Depends on what you have for a crab. Many need access to land. If not, they'll wipe out or find a way to climb out of your tank! On top of fertilizers, new lighting, and new substrate, look into getting a water softener... Because if your water is super hard plants may not appreciate it, but test for actual hardness and alkalinity first. Sometimes people will use half distilled water, half tap in order to reduce hardness. 

Also, if you want your gupps to survive at all, do a couple hefty water changes over the next few days, in order to alleviate high ammonia during the tank cycling process.


----------



## JennaH (Sep 28, 2009)

haha- yea he does look stranded in the picture!! i found out that he needs to get out of the water sometimes, hence the skillfully crafted tupperware under the house! he goes up there alot, but also ventures through all areas of the tank. he's a great crab, doesn't pick on the guppies. 

according to some test strips i have, my total hardness is around 150. alkalinity about 180. using some distilled water during water changes my help this?

and im guessing ALL the water has to come out, lay down the substrate, then put the water back? dumping that substrate in would prob leave me with black water...


----------



## Ariel301 (Sep 7, 2009)

Rinsing the substrate out in a bucket first will help alleviate some of the cloudiness, but yes, you will likely have cloudy water for a few days. Just do some water changes.


----------



## JennaH (Sep 28, 2009)

ok, all rocks and ghetto decorations out  guppies and crab are in a 2 gallon temp. draining tank now and getting set up tomorrow. here we go.. 

thanks everyone for your help! u guys rock


----------



## SPECIAL||PLANS (May 27, 2009)

what substrate are you changing too? like, i wouldn't rinse eco-complete or an ada aqua soil..


----------



## SPECIAL||PLANS (May 27, 2009)

also, you may want 1-3" of substrate depending on the root structure of the plants you use. perhaps the container under that pegadoa could become hidden.


----------



## JennaH (Sep 28, 2009)

ok, so i went out this morning & got some things...
put in about 1.5 inches flourite w/ black marina sand on top just cause i like the black 
1/8 capful flourish ( & aquasafe for the chlorine of course)
2 mermaid plants & 2 italian val. reluctantly i have to keep the stairway house in there to give the crab something to get out of the water on once in a while. planning on covering the stand w/ moss eventually & i have a driftwood piece in the mail which will also get "java mossed" . would also like dwarf hairgrass as ground cover. does this do well in low-tech? i have 3 wpg but they are 2 incadescent "PG" screw in light.
the guppies seem ecstatic already weaving in & out of the sparse plants. i already have 2 snails that popped up tho :/


----------



## Ariel301 (Sep 7, 2009)

I'm not too fond of the contrasting layers in the gravel, but if you like that, then that's what counts. 

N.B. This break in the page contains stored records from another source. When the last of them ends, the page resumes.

/**
 * The flat register API agrees with the object API: for every operation the register result
 * contains the object result (which itself is checked against decimal.js in interval.test.ts) and
 * is at most one successor step wider on each side; the status register records the same flags.
 */

import fc from 'fast-check';
import { describe, expect, it } from 'vitest';
import * as F from '../../src/interval/flat.js';
import * as I from '../../src/interval/interval.js';
import { Interval } from '../../src/interval/interval.js';
import { intervalArithmetic } from '../../src/interval/interval-arith.js';
import { PHI } from '../../src/interval/round.js';
import { anyDouble, boxWithPoint, moderate } from './oracle.js';

const box = (b: { lo: number; hi: number }) => new Interval(b.lo, b.hi);

function agree(flat: Interval, obj: Interval, what: string): void {
  if (I.isEmpty(obj)) {
    expect(I.isEmpty(flat), what).toBe(true);
    return;
  }
  expect(I.isSubset(obj, flat), `${what}: flat ${flat} ⊉ object ${obj}`).toBe(true);
  // The fast path takes one successor step c ± (φ|c| + 2^-1000) after round-to-nearest (flat.ts),
  // the kernel is tight: allow two such steps.
  const step = (c: number) => 2 * (PHI * Math.abs(c) + 2 ** -1000);
  expect(flat.lo >= obj.lo - step(obj.lo), `${what}: flat lo ${flat.lo} too low vs ${obj.lo}`).toBe(true);
  expect(flat.hi <= obj.hi + step(obj.hi), `${what}: flat hi ${flat.hi} too high vs ${obj.hi}`).toBe(true);
}

type Bin = [string, (R: Float64Array, d: number, a: number, b: number) => void, (a: Interval, b: Interval) => Interval];
type Un = [string, (R: Float64Array, d: number, a: number) => void, (a: Interval) => Interval];

const BIN: Bin[] = [
  ['add', F.fAdd, I.add],
  ['sub', F.fSub, I.sub],
  ['mul', F.fMul, I.mul],
  ['div', F.fDiv, I.div],
  ['min', F.fMin, I.min],
  ['max', F.fMax, I.max],
  ['pow', F.fPow, I.pow],
];
const UN: Un[] = [
  ['neg', F.fNeg, I.neg],
  ['sqr', F.fSqr, I.sqr],
  ['recip', F.fRecip, I.recip],
  ['sqrt', F.fSqrt, I.sqrt],
  ['exp', F.fExp, I.exp],
  ['log', F.fLog, I.log],
  ['sin', F.fSin, I.sin],
  ['cos', F.fCos, I.cos],
  ['tan', F.fTan, I.tan],
  ['atan', F.fAtan, I.atan],
  ['sinh', F.fSinh, I.sinh],
  ['cosh', F.fCosh, I.cosh],
  ['tanh', F.fTanh, I.tanh],
  ['abs', F.fAbs, I.abs],
  ['absSlope', F.fAbsSlope, I.absSlope],
];

describe('flat ops agree with object ops', () => {
  const boxes = fc.oneof(boxWithPoint(anyDouble), boxWithPoint(moderate(50)));
  it('binary operations (also d aliasing a)', () => {
    fc.assert(
      fc.property(boxes, boxes, (a, b) => {
        for (const [name, f, g] of BIN) {
          const R = new Float64Array(8);
          F.fReset(R);
          F.fConst(R, 1, a.lo, a.hi);
          F.fConst(R, 2, b.lo, b.hi);
          f(R, 3, 1, 2);
          const obj = g(box(a), box(b));
          agree(new Interval(R[6]!, R[7]!), obj, `${name}(${box(a)}, ${box(b)})`);
          // Status register matches the arithmetic's status.
          const A = intervalArithmetic();
          (A as unknown as Record<string, (x: Interval, y: Interval) => Interval>)[name]!(box(a), box(b));
          expect(F.fContinuous(R), `${name} continuous`).toBe(A.status.continuous);
          f(R, 1, 1, 2); // aliasing: d = a
          agree(new Interval(R[2]!, R[3]!), obj, `${name} aliased`);
        }
      }),
      { numRuns: 300 },
    );
  });
  it('unary operations and pown', () => {
    fc.assert(
      fc.property(boxes, fc.integer({ min: -5, max: 5 }), (a, n) => {
        for (const [name, f, g] of UN) {
          const R = new Float64Array(6);
          F.fReset(R);
          F.fConst(R, 1, a.lo, a.hi);
          f(R, 2, 1);
          agree(new Interval(R[4]!, R[5]!), g(box(a)), `${name}(${box(a)})`);
          const A = intervalArithmetic();
          if (name === 'recip') A.div(new Interval(1, 1), box(a));
          else (A as unknown as Record<string, (x: Interval) => Interval>)[name]!(box(a));
          expect(F.fContinuous(R), `${name} continuous`).toBe(A.status.continuous);
          expect(F.fAssumed(R), `${name} assumed`).toBe(A.status.assumed);
        }
        const R = new Float64Array(6);
        F.fReset(R);
        F.fConst(R, 1, a.lo, a.hi);
        F.fPown(R, 2, 1, n);
        agree(new Interval(R[4]!, R[5]!), I.pown(box(a), n), `pown(${box(a)}, ${n})`);
      }),
      { numRuns: 200 },
    );
  });
  it('special boxes: EMPTY, ENTIRE, zeros, half-lines — every pair, every operation (regression: EMPTY divisor took the fast path)', () => {
    const special = [
      [Infinity, -Infinity],
      [-Infinity, Infinity],
      [0, 0],
      [-0, 0],
      [-Infinity, 0],
      [1, Infinity],
      [-2, 3],
      [1e308, 1e308],
      [-(2 ** -1074), 2 ** -1074],
    ] as const;
    for (const [alo, ahi] of special) {
      for (const [blo, bhi] of special) {
        for (const [name, f, g] of BIN) {
          const R = new Float64Array(8);
          F.fReset(R);
          F.fConst(R, 1, alo, ahi);
          F.fConst(R, 2, blo, bhi);
          f(R, 3, 1, 2);
          const A = new Interval(alo, ahi);
          const B = new Interval(blo, bhi);
          agree(new Interval(R[6]!, R[7]!), g(A, B), `${name}(${A}, ${B})`);
          const arith = intervalArithmetic();
          (arith as unknown as Record<string, (x: Interval, y: Interval) => Interval>)[name]!(A, B);
          expect(F.fContinuous(R), `${name}(${A}, ${B}) continuous`).toBe(arith.status.continuous);
        }
      }
      for (const [name, f, g] of UN) {
        const R = new Float64Array(6);
        F.fReset(R);
        F.fConst(R, 1, alo, ahi);
        f(R, 2, 1);
        agree(new Interval(R[4]!, R[5]!), g(new Interval(alo, ahi)), `${name}([${alo}, ${ahi}])`);
      }
    }
  });
  it('status register: domain violations clear R[0], Math.* sets R[1]; fCopy copies', () => {
    const R = new Float64Array(8);
    F.fReset(R);
    F.fConst(R, 1, -1, 4);
    F.fSqrt(R, 2, 1);
    expect(F.fContinuous(R)).toBe(false);
    expect(R[4]).toBe(0);
    expect(R[5]).toBe(2);
    F.fReset(R);
    F.fAtan(R, 2, 1);
    expect(F.fContinuous(R)).toBe(true);
    expect(F.fAssumed(R)).toBe(true);
    F.fReset(R);
    F.fConst(R, 2, 1e308, 1e308);
    F.fMul(R, 3, 2, 2); // overflow from bounded inputs
    expect(R[7]).toBe(Infinity);
    expect(F.fContinuous(R)).toBe(false);
    F.fCopy(R, 1, 3);
    expect(R[3]).toBe(Infinity);
  });
});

The mermaid plant is really nice looking. I've seen it before, and that's the only name it ever has, no scientific name. Anyone know what it really is?


----------



## evanluke (Jun 7, 2009)

I think the hair grass would be tricky without some type of CO2 supplementation. For low-tech carpet, I really like Pearl Grass (Hemianthus Micranthemoides).

Here are a couple pictures of it growing as a "carpet" plant in my 26 gallon:
http://www.facebook.com/home.php#/photo.php?pid=9099486&id=209672435073
http://www.facebook.com/home.php#/photo.php?pid=8989434&id=209672435073

Looks great so far!


----------



## JennaH (Sep 28, 2009)

yea, i don't really like the two-tone affect right now, but im sure they will mix with the addition of more plants. the flourite alone was too light for my taste and i couldn't find black eco-complete for less than 36$/20 pound bag. thanks for the tip about the pearl grass, i'll def look into it!


----------



## JennaH (Sep 28, 2009)

Ariel301 said:


> I'm not too fond of the contrasting layers in the gravel, but if you like that, then that's what counts.
> 
> The mermaid plant is really nice looking. I've seen it before, and that's the only name it ever has, no scientific name. Anyone know what it really is?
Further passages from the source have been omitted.